Gavin Lux lost his quarterfinal matchup with Rays pitcher Blake Snell, two games to none, in the MLB The Show Players League playoffs, which began Friday night.
Snell won the first game 3-2 at Tropicana Field, thanks to virtual home runs by Austin Meadows and Mike Zunino against Walker Buehler. Virtual Lux homered in Game 2 at Dodger Stadium, and took a 3-0 lead with three outs to play, but Kenley Jansen allowed a home run, triple, and double before recording two outs, then Joe Kelly came in to walk a batter, then a three-run homer that proved to be the winning blow for Snell. The Dodgers rallied for a run in the bottom of the third, but the Rays held on for a 5-4 win.

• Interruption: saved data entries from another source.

def _crossings(t: np.ndarray, x: np.ndarray, level: float) -> list[tuple[float, str]]:
    """Linearly interpolated instants where a smooth signal crosses ``level``, with direction."""
    above = x >= level
    idx = np.flatnonzero(above[1:] != above[:-1])
    out = []
    for i in idx:
        frac = (level - x[i]) / (x[i + 1] - x[i])
        out.append((float(t[i] + frac * (t[i + 1] - t[i])), "rising" if above[i + 1] else "falling"))
    return out


def _simulate_plant(
    t: np.ndarray, dt: float, q_out: np.ndarray, q_ss_pool: np.ndarray, wander: np.ndarray
) -> tuple[np.ndarray, np.ndarray, np.ndarray, list[tuple[int, int | None]]]:
    """Integrate the tank mass balance, dh/dt = (Q_in - Q_out) / A, under the float-switch controller.

    Forward Euler per sample (dt = 4 ms against cycle times of tens of seconds). Returns the level
    at each sample (before that sample's update), the contactor state, the pump flow, and the runs
    as (start index, stop index or None).
    """
    n = t.size
    level = np.empty(n)
    on = np.zeros(n, dtype=bool)
    q_in = np.empty(n)
    runs: list[tuple[int, int | None]] = []
    h = INITIAL_LEVEL_M
    running = False
    t_on = t_off = 0.0
    q_ss = q_stop = 0.0
    area = TANK_L_PER_M
    for i in range(n):
        ti = t[i]
        level[i] = h
        if not running and h <= START_LEVEL_M:
            running, t_on = True, ti
            q_ss = float(q_ss_pool[len(runs) % RUN_POOL])
            runs.append((i, None))
        elif running and h >= STOP_LEVEL_M:
            running, t_off = False, ti
            runs[-1] = (runs[-1][0], i)
            q_stop = q_in[i - 1]
        if running:
            tr = ti - t_on
            q = q_ss * (1.0 - math.exp(-tr / Q_RISE_S)) * (1.0 + Q_OVERSHOOT * math.exp(-tr / Q_SETTLE_S))
            q *= 1.0 + wander[i]
        elif runs:
            q = q_stop * math.exp(-(ti - t_off) / Q_RUNDOWN_S)
        else:
            q = 0.0
        on[i] = running
        q_in[i] = q
        h += (q - q_out[i]) * dt / area
    return level, on, q_in, runs


def synthesise(
    seed: int = SEED, duration_s: float = DURATION_S, rate_hz: float = RATE_HZ
) -> tuple[np.ndarray, Components, dict[str, Any]]:
    """Build the raw (unrounded) channels, the clean components and the truth.

    Returns ``(raw, components, truth)`` with ``raw`` of shape (n, 4): t_ms, level_ma, pump_a, flow_v.
    """
    if rate_hz < 10.0 * F_MAX_HZ:
        raise ValueError(f"rate_hz must be >= {10.0 * F_MAX_HZ:g} to keep 10 samples per flow pulse")
    if duration_s < 60.0:
        raise ValueError("duration_s must be >= 60 s to hold a pump cycle")
    rng = np.random.default_rng(seed)
    n = int(round(duration_s * rate_hz))
    dt = 1.0 / rate_hz
    t_ms = np.round(np.arange(n) * (1000.0 / rate_hz)).astype(np.int64)
    t = t_ms * 1e-3

    # Fixed-order, fixed-size draws first (the story below must not change what they are).
    q_ss_pool = rng.uniform(*Q_SETTLED_LPS, RUN_POOL)
    inrush_pool = rng.uniform(*INRUSH_RATIO, RUN_POOL)
    run_up_pool = rng.uniform(*RUN_UP_S, RUN_POOL)
    wander = Q_WANDER * _ar1(rng, n, math.exp(-dt / Q_WANDER_S))
    demand_noise = 0.02 * _ar1(rng, n, math.exp(-dt / 5.0))
    lvl_white = rng.standard_normal(n)
    lvl_col = _ar1(rng, n, math.exp(-2.0 * np.pi * LEVEL_COLOURED_CUTOFF_HZ * dt))
    mains_phase = rng.uniform(0.0, 2.0 * np.pi, 3)
    i_noise = rng.standard_normal(n)
    i_off = rng.standard_normal(n)
    i_phase = rng.uniform(0.0, 2.0 * np.pi, 2)
    flow_noise = rng.standard_normal(n)
    fault_noise = rng.standard_normal(int(FAULT_S * rate_hz) + 2)
    phase0 = rng.uniform(PULSE_DUTY, 1.0)  # paddle starts mid-gap: output low, no edge at t=0
    n_random_spikes = int(rng.poisson(RANDOM_SPIKES_MEAN))
    spike_t = rng.uniform(2.0, duration_s - 2.0, n_random_spikes)
    spike_u = rng.uniform(0.0, 1.0, RUN_POOL * 2)
    spike_amp = rng.uniform(*SPIKE_MA, RUN_POOL * 2 + n_random_spikes) * rng.choice([-1.0, 1.0], RUN_POOL * 2 + n_random_spikes)

    # --- plant ----------------------------------------------------------------------------------
    q_out = (
        Q_OUT_BASE_LPS
        + Q_OUT_SWING_LPS * np.sin(2.0 * np.pi * t / Q_OUT_PERIOD_S)
        + Q_OUT_ZONE_LPS * (t >= Q_OUT_ZONE_AT * duration_s)
        + demand_noise
    )
    level_m, pump_on, q_in, runs = _simulate_plant(t, dt, q_out, q_ss_pool, wander)

    # --- level transmitter -------------------------------------------------------------------------
    drift = LEVEL_DRIFT_MA * t / duration_s
    clean_ma = 4.0 + MA_PER_M * level_m + drift
    stir = signal.lfilter([1.0 - math.exp(-dt / 2.0)], [1.0, -math.exp(-dt / 2.0)], pump_on.astype(float))
    mains = sum(
        amp * _tone(t, k * MAINS_HZ, ph) for amp, k, ph in zip(MAINS_RIPPLE_MA, (1, 3, 5), mains_phase)
    )
    level_ma = (
        clean_ma
        + LEVEL_WHITE_SIGMA_MA * lvl_white
        + (LEVEL_COLOURED_SIGMA_MA + LEVEL_COLOURED_EXTRA_MA * stir) * lvl_col
        + mains
    )

    low_ma = 4.0 + MA_PER_M * LOW_MARK_M
    high_ma = 4.0 + MA_PER_M * HIGH_MARK_M
    crossings = sorted(
        [(tc, "low", d) for tc, d in _crossings(t, clean_ma, low_ma)]
        + [(tc, "high", d) for tc, d in _crossings(t, clean_ma, high_ma)]
    )

    # Fault: centre of the longest quiet stretch in the later part of the recording.
    switch_t = [t[s] for s, _ in runs] + [t[e] for _, e in runs if e is not None]
    busy = np.sort(np.array([c[0] for c in crossings] + switch_t + [0.0, duration_s]))
    lo_win, hi_win = 0.4 * duration_s, 0.9 * duration_s
    best = None
    for a, b in zip(busy[:-1], busy[1:]):
        a2, b2 = max(a, lo_win) + FAULT_MARGIN_S, min(b, hi_win) - FAULT_MARGIN_S
        if b2 - a2 >= FAULT_S and (best is None or b2 - a2 > best[1] - best[0]):
            best = (a2, b2)
    if best is None:
        raise ValueError("no quiet stretch long enough for the fault episode")
    f_mid = 0.5 * (best[0] + best[1])
    f0 = int(np.searchsorted(t, f_mid - FAULT_S / 2))
    f1 = f0 + int(FAULT_S * rate_hz)  # exclusive
    fault = np.zeros(n, dtype=bool)
    fault[f0:f1] = True

    # Spikes: at contactor operations (switching surge) and a few at random instants.
    spikes: list[tuple[int, float]] = []
    for j, i_sw in enumerate(sorted(int(np.searchsorted(t, ts)) for ts in switch_t)):
        if spike_u[j % spike_u.size] < SPIKE_AT_SWITCH_P:
            spikes.append((i_sw, float(spike_amp[j % (RUN_POOL * 2)])))
    for j, ts in enumerate(spike_t):
        spikes.append((int(np.searchsorted(t, ts)), float(spike_amp[RUN_POOL * 2 + j])))
    spikes = sorted((i, a) for i, a in spikes if not (f0 - 1 <= i <= f1))
    for i, a in spikes:
        level_ma[i] += a
    level_ma[fault] = FAULT_MA + LEVEL_WHITE_SIGMA_MA * fault_noise[: f1 - f0]

    # --- pump current ------------------------------------------------------------------------------
    i_true = np.zeros(n)
    run_truth = []
    for k, (s, e) in enumerate(runs):
        e_idx = n if e is None else e
        tr = t[s:e_idx] - t[s]
        i_run = I_BASE_A + I_PER_LPS_A * q_in[s:e_idx]
        i_nominal = I_BASE_A + I_PER_LPS_A * q_ss_pool[k % RUN_POOL]
        ratio, t_up = inrush_pool[k % RUN_POOL], run_up_pool[k % RUN_POOL]
        i_lr = ratio * i_nominal * (1.0 - 0.12 * np.minimum(tr, t_up) / t_up)  # falls as slip falls
        i_lr_end = ratio * i_nominal * 0.88
        after = i_run + (i_lr_end - i_run) * np.exp(-np.maximum(tr - t_up, 0.0) / INRUSH_DECAY_S)
        i_true[s:e_idx] = np.where(tr < t_up, i_lr, after)
        run_truth.append({"k": k, "s": s, "e": e, "ratio": ratio, "t_up": t_up, "i_nominal": i_nominal})
    a_ct = math.exp(-dt / CT_LAG_S)
    i_meas = signal.lfilter([1.0 - a_ct], [1.0, -a_ct], i_true)
    running = i_true > 0.0
    ripple = I_RIPPLE_A * _tone(t, 2.0 * MAINS_HZ, i_phase[0]) + I_PULSATION_A * _tone(t, I_PULSATION_HZ, i_phase[1])
    pump_a = np.where(
        running,
        i_meas + ripple + I_RUN_SIGMA_A * i_noise,
        np.maximum(i_meas + I_OFF_OFFSET_A + I_OFF_SIGMA_A * i_off, 0.0),
    )

    # --- paddle-wheel flow sensor ------------------------------------------------------------------
    flow_hz = np.where(q_in > Q_STALL_LPS, K_PULSES_PER_L * q_in, 0.0)
    phase = phase0 + np.concatenate(([0.0], np.cumsum(flow_hz[:-1]) * dt))
    flow_clean = (np.mod(phase, 1.0) < PULSE_DUTY).astype(np.int8)
    bounced = flow_clean.copy()
    edges = np.flatnonzero(np.diff(flow_clean)) + 1  # index of the first sample of the new level
    next_edge = np.append(edges[1:], n)
    n_glitch = rng.choice(3, size=edges.size, p=BOUNCE_P)
    g_start = rng.integers(1, 3, size=edges.size)  # 1 or 2 samples after the edge
    g_len = rng.integers(1, 4, size=edges.size)  # 1-3 samples
    glitches = 0
    for j in np.flatnonzero(n_glitch):  # loop over sparse edges only
        e0, room = edges[j], next_edge[j] - edges[j]
        old = 1 - flow_clean[e0]
        if n_glitch[j] == 1:
            pieces = [(int(g_start[j]), int(g_len[j]))]
        else:
            pieces = [(1, 1), (3, 1)]
        for off, ln in pieces:
            ln = min(ln, BOUNCE_WINDOW - off)
            if ln >= 1 and off + ln < room:  # keep at least one sample of the new level after it
                bounced[e0 + off : e0 + off + ln] = old
                glitches += 1
    flow_v = np.where(bounced == 1, FLOW_HIGH_V, FLOW_LOW_V) + FLOW_SIGMA_V * flow_noise
    flow_v = np.clip(flow_v, 0.0, ADC_FULL_SCALE_V)

    raw = np.column_stack([t_ms.astype(float), level_ma, pump_a, flow_v])

    # --- truth ---------------------------------------------------------------------------------------
    def r(x: float, nd: int = 4) -> float:
        return float(round(float(x), nd))

    def pulses_between(i0: int, i1: int) -> int:
        """Rising edges of the clean train in samples [i0, i1): integer crossings of the phase."""
        i1 = min(i1, n)
        return int(math.floor(phase[i1 - 1]) - math.floor(phase[i0 - 1] if i0 > 0 else phase0))

    pump_runs, flow_runs = [], []
    for j, rt in enumerate(run_truth):
        s, e = rt["s"], rt["e"]
        e_idx = n if e is None else e
        win_end = runs[j + 1][0] if j + 1 < len(runs) else n
        last = slice(max(s, e_idx - int(5.0 * rate_hz)), e_idx)
        settled = slice(min(s + int(1.0 * rate_hz), e_idx), e_idx)
        pump_runs.append(
            {
                "start": r(t[s], 3),
                "stop": None if e is None else r(t[e], 3),
                "run_up_s": r(rt["t_up"]),
                "inrush_peak_a": r(np.max(i_meas[s:e_idx]), 3),
                "running_a": r(rt["i_nominal"], 3),
            }
        )
        flow_runs.append(
            {
                "start": r(t[s], 3),
                "pulses": pulses_between(s, win_end),
                "q_settled_lps": r(q_ss_pool[j % RUN_POOL]),
                "f_settled_hz": r(K_PULSES_PER_L * q_ss_pool[j % RUN_POOL]),
                "f_max_hz": r(np.max(flow_hz[s:win_end])),
                "f_min_settled_hz": r(np.min(flow_hz[settled])),
                "f_last5s_hz": r((phase[last.stop - 1] - phase[last.start]) / ((last.stop - 1 - last.start) * dt)),
            }
        )
    on_time = sum(((n if e is None else e) - s) for s, e in runs) * dt
    v_in = float(np.sum(q_in) * dt)
    v_out = float(np.sum(q_out) * dt)
    truth: dict[str, Any] = {
        "station": STATION,
        "seed": seed,
        "rate_hz": rate_hz,
        "duration_s": duration_s,
        "rows": n,
        "columns": HEADER.split(","),
        "time": {"column": "t_ms", "scale_s": 0.001, "t0_ms": int(t_ms[0])},
        "level": {
            "range_m": [0.0, RANGE_M],
            "range_ma": [4.0, 20.0],
            "low_mark_m": LOW_MARK_M,
            "low_mark_ma": r(low_ma),
            "high_mark_m": HIGH_MARK_M,
            "high_mark_ma": r(high_ma),
            "pump_start_level_m": START_LEVEL_M,
            "pump_stop_level_m": STOP_LEVEL_M,
            "drift_ma": LEVEL_DRIFT_MA,
            "crossings": [{"t": r(tc), "mark": m, "direction": d} for tc, m, d in crossings],
            "spikes": [{"t": r(t[i], 3), "delta_ma": r(a)} for i, a in spikes],
        },
        "fault": {
            "channel": "level_ma",
            "t_start": r(t[f0], 3),
            "t_end": r(t[f1 - 1], 3),
            "current_ma": FAULT_MA,
        },
        "pump": {
            "starts": len(runs),
            "stops": sum(e is not None for _, e in runs),
            "duty": r(on_time / (n * dt)),
            "runs": pump_runs,
        },
        "flow": {
            "k_factor_pulses_per_l": K_PULSES_PER_L,
            "pulses": pulses_between(0, n),
            "volume_l": r(v_in, 3),
            "bounce_glitches": glitches,
            "high_v": FLOW_HIGH_V,
            "low_v": FLOW_LOW_V,
            "runs": flow_runs,
        },
        "tank": {
            "litres_per_m": TANK_L_PER_M,
            "level_start_m": r(level_m[0], 6),
            "level_end_m": r(level_m[-1] + (q_in[-1] - q_out[-1]) * dt / TANK_L_PER_M, 6),
            "volume_in_l": r(v_in, 6),
            "volume_out_l": r(v_out, 6),
        },
    }
    comps = Components(t, level_m, clean_ma, pump_on, q_in, q_out, flow_hz, phase, flow_clean, i_true)
    return raw, comps, truth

Snell was 24-5 during the regular season, earning the top seed in the postseason. Lux, the No. 8 seed, was an underdog to the tune of +240 in this quarterfinal matchup, per BetOnline. Before the playoffs began, BetOnline gave Lux 11-1 odds to win the championship.
Lux finished the regular season at 19-10, tied with Dwight Smith Jr., Lucas Giolito, and Ian Happ, but fell to the eighth seed by scoring fewer runs over the course of the season than all three.
Smith beat Jeff McNeil in the other quarterfinal matchup Friday, and will face Snell on Saturday. The semifinals will be best-of-3 series, split on Saturday between ESPN2 (1 p.m. PT) and FS1 (5 p.m.), with the other participants determined from the remaining two quarterfinal matchups earlier Saturday (noon PT) on ESPN2.
The championship series, this one best-of-5, will be played Sunday at 11:30 a.m., and will be televised by ESPN.
Links & news
- Jayson Stark at The Athletic wrote about various things we missed with no baseball in April. Among them was a major league executive gushing about the Dodgers: “You could have picked any record except maybe 25-0, and it wouldn’t have surprised me. That team is the showtime Lakers, and it’s bad for baseball that we don’t get to watch it.”
- MLB and the Umpires Association reached an agreement Friday on a pay structure for the 2020 season. ESPN has more details.
- Robert Arthur at Baseball Prospectus says it’s better for Major League Baseball to return too late than too early: “Re-opening in the wake of a pandemic is not like a light switch that, once flipped, will return our society to normal.”
- In some semblance of baseball normalcy, a major league player was punished for PEDs on Friday. Indians pitcher Emmanuel Clase, the headliner Cleveland received for trading Corey Kluber to the Rangers in December, was suspended 80 games for testing positive for Boldenone.